*** Opening of INFORMATION ***
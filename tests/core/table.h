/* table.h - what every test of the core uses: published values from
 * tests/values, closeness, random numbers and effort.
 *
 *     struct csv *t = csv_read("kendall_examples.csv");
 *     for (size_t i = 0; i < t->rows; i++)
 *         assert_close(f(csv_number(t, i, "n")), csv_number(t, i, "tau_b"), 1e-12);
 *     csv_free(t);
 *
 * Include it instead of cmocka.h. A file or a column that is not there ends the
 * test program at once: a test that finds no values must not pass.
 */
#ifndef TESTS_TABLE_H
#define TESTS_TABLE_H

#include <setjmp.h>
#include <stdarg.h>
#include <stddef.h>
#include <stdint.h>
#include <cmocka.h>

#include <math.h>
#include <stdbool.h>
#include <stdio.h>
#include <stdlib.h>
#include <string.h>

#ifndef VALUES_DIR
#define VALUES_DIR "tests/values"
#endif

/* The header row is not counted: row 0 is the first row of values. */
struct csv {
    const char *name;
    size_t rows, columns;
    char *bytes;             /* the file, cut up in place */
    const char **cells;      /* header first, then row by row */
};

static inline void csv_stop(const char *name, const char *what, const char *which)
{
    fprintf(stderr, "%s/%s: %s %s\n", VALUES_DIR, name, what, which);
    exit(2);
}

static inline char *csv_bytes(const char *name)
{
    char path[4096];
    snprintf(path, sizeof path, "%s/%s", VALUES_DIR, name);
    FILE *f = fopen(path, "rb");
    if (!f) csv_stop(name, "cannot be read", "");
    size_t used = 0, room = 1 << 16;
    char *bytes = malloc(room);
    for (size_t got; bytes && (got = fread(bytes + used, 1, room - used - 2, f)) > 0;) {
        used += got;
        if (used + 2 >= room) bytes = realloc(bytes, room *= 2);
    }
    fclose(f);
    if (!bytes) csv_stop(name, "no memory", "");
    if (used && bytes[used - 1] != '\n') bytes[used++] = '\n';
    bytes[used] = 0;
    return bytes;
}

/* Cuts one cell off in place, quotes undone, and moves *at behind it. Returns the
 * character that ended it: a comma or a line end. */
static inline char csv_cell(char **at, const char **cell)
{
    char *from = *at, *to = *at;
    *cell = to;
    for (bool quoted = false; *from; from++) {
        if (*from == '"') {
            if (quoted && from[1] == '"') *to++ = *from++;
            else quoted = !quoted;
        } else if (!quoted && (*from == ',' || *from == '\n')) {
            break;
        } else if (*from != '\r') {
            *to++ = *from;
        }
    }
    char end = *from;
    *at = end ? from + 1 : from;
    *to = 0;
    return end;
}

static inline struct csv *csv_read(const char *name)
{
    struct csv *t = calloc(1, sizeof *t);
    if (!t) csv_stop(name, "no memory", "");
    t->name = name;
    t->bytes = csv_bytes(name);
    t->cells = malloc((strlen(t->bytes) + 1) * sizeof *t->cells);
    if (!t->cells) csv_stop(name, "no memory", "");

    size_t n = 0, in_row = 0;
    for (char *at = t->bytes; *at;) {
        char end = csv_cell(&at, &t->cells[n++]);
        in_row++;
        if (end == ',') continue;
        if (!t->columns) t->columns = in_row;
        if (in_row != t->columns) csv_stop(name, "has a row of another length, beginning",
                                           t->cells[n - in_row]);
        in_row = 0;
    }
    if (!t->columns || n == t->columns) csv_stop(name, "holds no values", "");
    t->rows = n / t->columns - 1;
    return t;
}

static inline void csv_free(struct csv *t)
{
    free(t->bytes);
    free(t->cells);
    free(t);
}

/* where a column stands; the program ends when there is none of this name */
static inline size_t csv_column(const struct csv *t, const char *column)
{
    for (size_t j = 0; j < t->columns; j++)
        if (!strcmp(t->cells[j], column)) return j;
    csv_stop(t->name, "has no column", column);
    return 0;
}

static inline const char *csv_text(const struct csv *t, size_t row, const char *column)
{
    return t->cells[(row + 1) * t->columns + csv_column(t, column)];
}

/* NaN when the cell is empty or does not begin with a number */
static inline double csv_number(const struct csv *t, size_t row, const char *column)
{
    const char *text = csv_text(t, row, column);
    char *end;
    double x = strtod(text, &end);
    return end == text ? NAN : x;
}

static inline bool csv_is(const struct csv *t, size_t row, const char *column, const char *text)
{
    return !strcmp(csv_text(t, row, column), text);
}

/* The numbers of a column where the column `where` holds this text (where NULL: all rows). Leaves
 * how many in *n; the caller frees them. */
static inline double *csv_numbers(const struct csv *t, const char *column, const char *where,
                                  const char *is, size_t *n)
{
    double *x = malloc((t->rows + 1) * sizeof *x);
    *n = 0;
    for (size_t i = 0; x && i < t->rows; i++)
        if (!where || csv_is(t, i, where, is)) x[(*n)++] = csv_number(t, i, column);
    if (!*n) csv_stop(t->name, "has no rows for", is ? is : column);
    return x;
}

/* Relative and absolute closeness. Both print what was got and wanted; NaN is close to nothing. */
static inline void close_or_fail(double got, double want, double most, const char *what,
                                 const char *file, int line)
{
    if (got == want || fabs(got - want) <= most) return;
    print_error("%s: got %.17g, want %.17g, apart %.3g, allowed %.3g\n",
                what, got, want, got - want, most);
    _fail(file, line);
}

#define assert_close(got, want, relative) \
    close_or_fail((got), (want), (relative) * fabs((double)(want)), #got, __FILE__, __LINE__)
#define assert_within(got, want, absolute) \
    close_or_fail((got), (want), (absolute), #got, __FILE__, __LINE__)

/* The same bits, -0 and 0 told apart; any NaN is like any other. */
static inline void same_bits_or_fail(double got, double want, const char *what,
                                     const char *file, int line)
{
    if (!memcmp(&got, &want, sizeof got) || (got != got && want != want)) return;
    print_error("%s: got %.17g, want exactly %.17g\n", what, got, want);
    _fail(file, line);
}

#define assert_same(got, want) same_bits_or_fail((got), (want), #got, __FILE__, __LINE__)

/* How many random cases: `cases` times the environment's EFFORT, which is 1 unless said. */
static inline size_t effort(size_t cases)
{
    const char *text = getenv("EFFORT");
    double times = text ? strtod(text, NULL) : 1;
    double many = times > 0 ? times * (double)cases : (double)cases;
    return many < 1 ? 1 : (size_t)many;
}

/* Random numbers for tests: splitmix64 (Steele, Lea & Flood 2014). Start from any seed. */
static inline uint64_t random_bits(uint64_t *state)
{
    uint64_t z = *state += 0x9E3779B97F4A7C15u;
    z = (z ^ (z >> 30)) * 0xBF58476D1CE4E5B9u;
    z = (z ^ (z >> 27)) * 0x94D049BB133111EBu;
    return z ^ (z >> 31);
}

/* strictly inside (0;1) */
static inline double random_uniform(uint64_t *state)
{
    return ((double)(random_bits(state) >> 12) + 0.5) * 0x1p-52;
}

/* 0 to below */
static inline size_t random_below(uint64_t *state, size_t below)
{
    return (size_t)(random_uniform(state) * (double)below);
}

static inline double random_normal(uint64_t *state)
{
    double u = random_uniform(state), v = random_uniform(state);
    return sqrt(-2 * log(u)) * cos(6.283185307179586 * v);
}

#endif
*** Close of INFORMATION ***
TASK REQUIREMENTS ▸ Copy the lines from the entries above in which the word "below" appears.

RESPONSE TO THE TASK ▸
/* 0 to below */
static inline size_t random_below(uint64_t *state, size_t below)
    return (size_t)(random_uniform(state) * (double)below);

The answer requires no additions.